_Exercise aim:_ Find the line with "to a principal quantum number or energy)." in the records below. Copy it and every line after it, up to and including the line with "from sahaboltz.kernels import".

Records from a dataset
#####
"""Internal partition functions U(T) of atoms and ions, for many species at once.

U_r = sum_i g_i w_i exp(-E_i / kT) over the bound levels of stage r.  Which levels count, and
with what weight w_i, is the truncation scheme, chosen from the registry
:mod:`sahaboltz.kernels.truncation`: ``"plain"`` (every tabulated bound level), ``"lowered"``
(levels below the lowered limit chi - dchi), ``"occupation"`` (Hummer & Mihalas occupation
probabilities), ``"ground"`` (the lowest level), ``"below:n=N"`` / ``"below:e=E"`` (levels up
to a principal quantum number or energy).

``completion=True`` adds hydrogenic Rydberg levels of the parent ion above the highest
tabulated level (energies chi - R Z^2 / n^2, weights 2 n^2 g_parent; see
docs/partition_functions.md); it needs a scheme that bounds the sum, so it is refused with
``"plain"``.

:class:`PartitionModel` packs the levels of all its species into flat arrays once; each call
evaluates exp(-E/kT) for (levels x unique states) in cache-sized blocks and sums the levels of
each species with ``np.add.reduceat``.  Terms smaller than e^-50 of the ground term are skipped
(the result is unchanged at double precision), which saves most of the work at low T.
"""

from __future__ import annotations

import copy
import functools
import math
from typing import Any, Iterable

import numpy as np

from sahaboltz.constants import K_B_EV
from sahaboltz.data.species import Species
from sahaboltz.errors import InputError, NoDataError
from sahaboltz.kernels import truncation as _truncation
from sahaboltz.kernels.occupation import RYDBERG_EV, hydrogenic_radius, stark_level_factor
from sahaboltz.quantities import as_array, as_positive_array

__all__ = ["TRUNCATIONS", "PartitionModel", "partition_function", "log_derivative"]

#: the registered truncation scheme names (see :mod:`sahaboltz.kernels.truncation`)
TRUNCATIONS = _truncation.names()

# a term with E/kT - ln(g_max) > _CUT is below e^-50 = 2e-22 of a ground term g0 >= 1 at E = 0
_CUT = 50.0
# elements of the (states x levels) work block; sized to stay in the CPU cache
_BLOCK = 1 << 17
# states x levels per group sharing one pruned level set (the pruning test costs a pass)
_GROUP_ELEMENTS = 1 << 22
# level terms per block of evaluate_pairs
_PAIR_BLOCK = 1 << 18
# species stride of the sort keys that find each pair's pruned levels [eV]: above every energy
_PAIR_KEY_STRIDE = 1e7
#####
_Response below:_
to a principal quantum number or energy).

``completion=True`` adds hydrogenic Rydberg levels of the parent ion above the highest
tabulated level (energies chi - R Z^2 / n^2, weights 2 n^2 g_parent; see
docs/partition_functions.md); it needs a scheme that bounds the sum, so it is refused with
``"plain"``.

:class:`PartitionModel` packs the levels of all its species into flat arrays once; each call
evaluates exp(-E/kT) for (levels x unique states) in cache-sized blocks and sums the levels of
each species with ``np.add.reduceat``.  Terms smaller than e^-50 of the ground term are skipped
(the result is unchanged at double precision), which saves most of the work at low T.
"""

from __future__ import annotations

import copy
import functools
import math
from typing import Any, Iterable

import numpy as np

from sahaboltz.constants import K_B_EV
from sahaboltz.data.species import Species
from sahaboltz.errors import InputError, NoDataError
from sahaboltz.kernels import truncation as _truncation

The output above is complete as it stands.